Supplied material:
++++

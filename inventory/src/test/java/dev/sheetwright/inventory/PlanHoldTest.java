package dev.sheetwright.inventory;

import static dev.sheetwright.inventory.RemnantStoreTest.ids;
import static org.junit.jupiter.api.Assertions.assertEquals;
import static org.junit.jupiter.api.Assertions.assertNull;
import static org.junit.jupiter.api.Assertions.assertThrows;

import dev.sheetwright.core.material.MaterialType;
import java.nio.file.Path;
import java.time.Duration;
import java.time.Instant;
import java.util.List;
import java.util.Set;
import org.junit.jupiter.api.AfterEach;
import org.junit.jupiter.api.BeforeEach;
import org.junit.jupiter.api.Test;
import org.junit.jupiter.api.io.TempDir;
import org.junit.jupiter.params.Parameter;
import org.junit.jupiter.params.ParameterizedClass;
import org.junit.jupiter.params.provider.MethodSource;

/**
 * Plans settled against the rack: remnants kept, what the plan leaves recorded with offcut ids handed out up front,
 * one commit (or a release) per plan; on both backends.
 */
@ParameterizedClass
@MethodSource("dev.sheetwright.inventory.TestRack#kinds")
class PlanHoldTest {
    private static final double EPS = 1e-9;
    private static final Instant T0 = Instant.parse("2025-03-14T09:30:00Z");
    private static final Duration TTL = Duration.ofMinutes(15);
    private static final RemnantFilter GALV = RemnantFilter.any().withMaterial(MaterialType.GALVANIZED);

    @Parameter
    TestRack.Kind kind;

    @TempDir
    Path dir;
    private TestRack rack;
    private MutableClock clock;

    @BeforeEach
    void fill() {
        rack = TestRack.make(kind, dir, "r.db");
        clock = new MutableClock(T0);
        try (RemnantStore store = rack.open(clock)) {
            store.add(galv(1200, 600));                                      // R-0001
            store.add(galv(600, 300));                                       // R-0002
            store.add(NewRemnant.manual(MaterialType.STEEL, 20, RemnantOutline.rectangle(500, 500), ""));
        }
    }

    @AfterEach
    void drop() {
        if (rack != null) {
            rack.close();
        }
    }

    private static NewRemnant galv(double w, double h) {
        return NewRemnant.manual(MaterialType.GALVANIZED, 24, RemnantOutline.rectangle(w, h), "rack");
    }

    private static NewRemnant offcut(double w, double h, int sheet) {
        return NewRemnant.offcut(MaterialType.GALVANIZED, 24, null, RemnantOutline.rectangle(w, h), "",
                "J-17", sheet);
    }

    @Test
    void hold_keepsUsedReleasesOthersAndHandsOutIdsAfterTheHighest() {
        try (RemnantStore store = rack.open(clock)) {
            store.reserve(GALV, "plan-a", TTL);
            clock.advance(Duration.ofMinutes(5));

            PlanHold hold = store.hold("plan-a", "J-17", Set.of("R-0002"),
                    List.of(offcut(300, 300, 1), offcut(400, 200, 1)), TTL);

            assertEquals(List.of("R-0002"), ids(hold.remnants()));
            assertEquals(List.of("R-0004", "R-0005"), hold.offcutIds());
            assertEquals(T0.plus(Duration.ofMinutes(5)).plus(TTL), hold.until());
            assertEquals(RemnantState.AVAILABLE, store.get("R-0001").orElseThrow().state());
            assertEquals(List.of("R-0002"), ids(store.reservedFor("plan-a")));
            assertEquals("R-0006", store.add(galv(100, 100)).id());
            PlanRecord plan = store.findPlan("plan-a").orElseThrow();
            assertEquals(List.of("R-0002"), plan.remnantsUsed());
            assertEquals(List.of("R-0004", "R-0005"), plan.offcuts().stream().map(PlanOffcut::id).toList());
            assertEquals(400, plan.offcuts().get(1).remnant().outline().widthMm(), EPS);
        }
    }

    @Test
    void hold_leaseTakenByAnotherPlanWhileNesting_refusesAndChangesNothing() {
        try (RemnantStore store = rack.open(clock)) {
            store.reserve(GALV, "plan-a", TTL);
            clock.advance(TTL.plusMinutes(1));
            store.reserve(GALV, "plan-b", TTL);
            List<String> before = rack.snapshot();

            RemnantConflictException e = assertThrows(RemnantConflictException.class,
                    () -> store.hold("plan-a", "J-17", Set.of("R-0001"), List.of(offcut(10, 10, 1)), TTL));

            assertEquals("R-0001 is no longer reserved by plan plan-a (it is reserved by plan plan-b until "
                    + T0.plus(TTL).plus(Duration.ofMinutes(1)).plus(TTL) + "); its reservation ran out while nesting; nest again",
                    e.getMessage());
            assertEquals(before, rack.snapshot());
        }
    }

    @Test
    void commitPlan_recordsWhatTheRackHeldUnderTheHeldIds() {
        try (RemnantStore store = rack.open(clock)) {
            store.reserve(GALV, "plan-a", TTL);
            store.hold("plan-a", "J-17", Set.of("R-0001"), List.of(offcut(400, 600, 2)), TTL);

            List<Remnant> added = store.commitPlan("plan-a", "bay 2");

            assertEquals(List.of("R-0004"), ids(added));
            assertEquals("job J-17 sheet 2", added.get(0).source().text());
            assertEquals("bay 2", added.get(0).location());
            assertEquals(400, added.get(0).widthMm(), EPS);
            assertEquals(600, added.get(0).heightMm(), EPS);
            assertEquals(RemnantState.USED, store.get("R-0001").orElseThrow().state());
            assertEquals(RemnantState.AVAILABLE, store.get("R-0002").orElseThrow().state());
            assertEquals(T0, store.findPlan("plan-a").orElseThrow().committed());
        }
    }

    @Test
    void commitPlan_secondTime_refusedAndNothingChanges() {
        try (RemnantStore store = rack.open(clock)) {
            store.reserve(GALV, "plan-a", TTL);
            store.hold("plan-a", "J-17", Set.of("R-0001"), List.of(offcut(300, 300, 1)), TTL);
            store.commitPlan("plan-a", "");
            List<String> before = rack.snapshot();

            RemnantConflictException e = assertThrows(RemnantConflictException.class,
                    () -> store.commitPlan("plan-a", ""));

            assertEquals("plan plan-a was already committed at " + T0 + "; nothing was changed", e.getMessage());
            assertEquals(before, rack.snapshot());
        }
    }

    @Test
    void releasePlan_handsRemnantsBackAndThePlanCanNoLongerBeCommitted() {
        try (RemnantStore store = rack.open(clock)) {
            store.reserve(GALV, "plan-a", TTL);
            store.hold("plan-a", "J-17", Set.of("R-0001"), List.of(offcut(300, 300, 1)), TTL);

            assertEquals(1, store.releasePlan("plan-a"));

            assertEquals(RemnantState.AVAILABLE, store.get("R-0001").orElseThrow().state());
            assertEquals(T0, store.findPlan("plan-a").orElseThrow().released());
            List<String> before = rack.snapshot();
            RemnantConflictException e = assertThrows(RemnantConflictException.class,
                    () -> store.commitPlan("plan-a", ""));
            assertEquals("plan plan-a was released at " + T0 + "; its remnants went back to the rack; nest again",
                    e.getMessage());
            assertEquals(before, rack.snapshot());
            assertEquals(0, store.releasePlan("plan-a"));
            assertEquals("R-0005", store.add(galv(100, 100)).id());
        }
    }

    @Test
    void releasePlan_committedPlan_refused() {
        try (RemnantStore store = rack.open(clock)) {
            store.reserve(GALV, "plan-a", TTL);
            store.hold("plan-a", "J-17", Set.of("R-0001"), List.of(), TTL);
            store.commitPlan("plan-a", "");

            RemnantConflictException e = assertThrows(RemnantConflictException.class,
                    () -> store.releasePlan("plan-a"));

            assertEquals("plan plan-a was committed at " + T0 + "; a committed plan cannot be released",
                    e.getMessage());
            assertEquals(RemnantState.USED, store.get("R-0001").orElseThrow().state());
        }
    }

    @Test
    void commitPlan_unknownPlan_namesPlanAndRack() {
        try (RemnantStore store = rack.open(clock)) {
            IllegalArgumentException e = assertThrows(IllegalArgumentException.class,
                    () -> store.commitPlan("plan-z", ""));

            assertEquals("plan plan-z is not in " + rack.shown() + "; commit it to the inventory it was nested"
                    + " against", e.getMessage());
        }
    }

    @Test
    void commitPlan_failureAfterFirstOffcut_leavesInventoryAsItWas() {
        try (RemnantStore setup = rack.open(clock)) {
            setup.reserve(GALV, "plan-a", TTL);
            setup.hold("plan-a", "J-17", Set.of("R-0001"), List.of(offcut(300, 300, 1), offcut(200, 500, 2)), TTL);
        }
        List<String> before = rack.snapshot();
        FaultPoint crash = step -> {
            if (step.equals("commit:offcut 1")) {
                throw new IllegalStateException("simulated crash at " + step);
            }
        };
        try (RemnantStore store = rack.open(clock, Migrations.ALL, crash)) {
            assertThrows(IllegalStateException.class, () -> store.commitPlan("plan-a", ""));
        }

        assertEquals(before, rack.snapshot());
        try (RemnantStore after = rack.open(clock)) {
            assertNull(after.findPlan("plan-a").orElseThrow().committed());
            assertEquals(2, after.commitPlan("plan-a", "").size());
        }
    }

    @Test
    void reserveIds_oneHeldByAnotherPlan_reservesNone() {
        try (RemnantStore store = rack.open(clock)) {
            store.reserveIds(List.of("R-0002"), "plan-b", TTL);
            List<String> before = rack.snapshot();

            RemnantConflictException e = assertThrows(RemnantConflictException.class,
                    () -> store.reserveIds(List.of("R-0001", "R-0002"), "plan-a", TTL));

            assertEquals("R-0002 is reserved by plan plan-b until " + T0.plus(TTL)
                    + "; wait for that plan or choose another remnant", e.getMessage());
            assertEquals(before, rack.snapshot());
        }
    }
}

++++

Work instruction:
Both the first line of the data above and the line with "import org.junit.jupiter.api.AfterEach;" must be included; please return exactly those lines and the ones between them.

Task result:
filename inventory/src/test/java/dev/sheetwright/inventory/PlanHoldTest.java
package dev.sheetwright.inventory;

import static dev.sheetwright.inventory.RemnantStoreTest.ids;
import static org.junit.jupiter.api.Assertions.assertEquals;
import static org.junit.jupiter.api.Assertions.assertNull;
import static org.junit.jupiter.api.Assertions.assertThrows;

import dev.sheetwright.core.material.MaterialType;
import java.nio.file.Path;
import java.time.Duration;
import java.time.Instant;
import java.util.List;
import java.util.Set;
import org.junit.jupiter.api.AfterEach;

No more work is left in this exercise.